(Dataset extract)
import { CsvExportCard } from '@/components/register/csv-export-card';
import { CsvImportCard } from '@/components/register/csv-import-card';
import { todayIso } from '@/components/register/register-vocabulary';
import { useExportConnectionsMutation, useImportConnectionsMutation } from '@/hooks/api/use-connections';

/** Plant connections (which item feeds which) as CSV: export every site's, import links from a file. */
export function ConnectionsCsvCard() {
  const exporter = useExportConnectionsMutation();
  const importer = useImportConnectionsMutation();
  return (
    <>
      <CsvExportCard
        title="Export plant connections"
        intro="Every recorded link between plant items, one row each: site, from (plant ID), to (plant ID), medium."
        run={() => exporter.mutateAsync(null)}
        fileName={`isoledger-connections-${todayIso()}.csv`}
        testID="connections-export-csv"
      />
      <CsvImportCard
        title="Import plant connections"
        intro="Columns: site, from, to, medium. Rows only ever add links; a link already recorded is left as it is. The file is checked first and nothing changes until you press Import."
        importer={importer}
        testID="connections-import"
      />
    </>
  );
}
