import { Link } from 'expo-router';
import { Text as RNText } from 'react-native';
import { colors } from '@/components/theme';
import { Notice } from '@/components/ui/notice';
import { Text } from '@/components/ui/text';
import { useClosingAffectsQuery } from '@/hooks/api/use-connections';
import { ENERGY_SOURCE_LABELS } from '@/shared/rules/register';
import type { ItemRef } from '@/shared/types/connections';

export function ItemLinks({ items }: { items: ItemRef[] }) {
  return (
    <Text>
      {items.map((i, n) => (
        <RNText key={i.id}>
          {n ? ', ' : ''}
          <Link href={`/assets/${i.id}`} style={{ color: colors.brand, textDecorationLine: 'underline' }}>{`${i.plantId} ${i.name}`}</Link>
        </RNText>
      ))}
    </Text>
  );
}

/** On a valve's or isolator's record: what else loses its supply when this is closed. */
export function ClosingAffectsNotice({ assetId }: { assetId: number }) {
  const q = useClosingAffectsQuery(assetId);
  const affected = (q.data?.affects ?? []).filter((a) => a.items.length);
  if (!q.data?.isolating || !q.data.affects.length) return null;
  return (
    <Notice tone="caution" word="Closing this affects">
      {affected.length ? (
        affected.map((a) => (
          <Text key={a.source} testID={`closing-affects-${a.source}`}>
            <Text bold>{`${ENERGY_SOURCE_LABELS[a.source]}: `}</Text>
            <ItemLinks items={a.items} />
          </Text>
        ))
      ) : <Text>No other recorded item loses its supply. Check on site: the register may not show everything.</Text>}
    </Notice>
  );
}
(End Dataset extract)
● What you will do: Line count for the word "null": work out how many lines of the data above include it, and reply with that number alone.

● Task solution: 2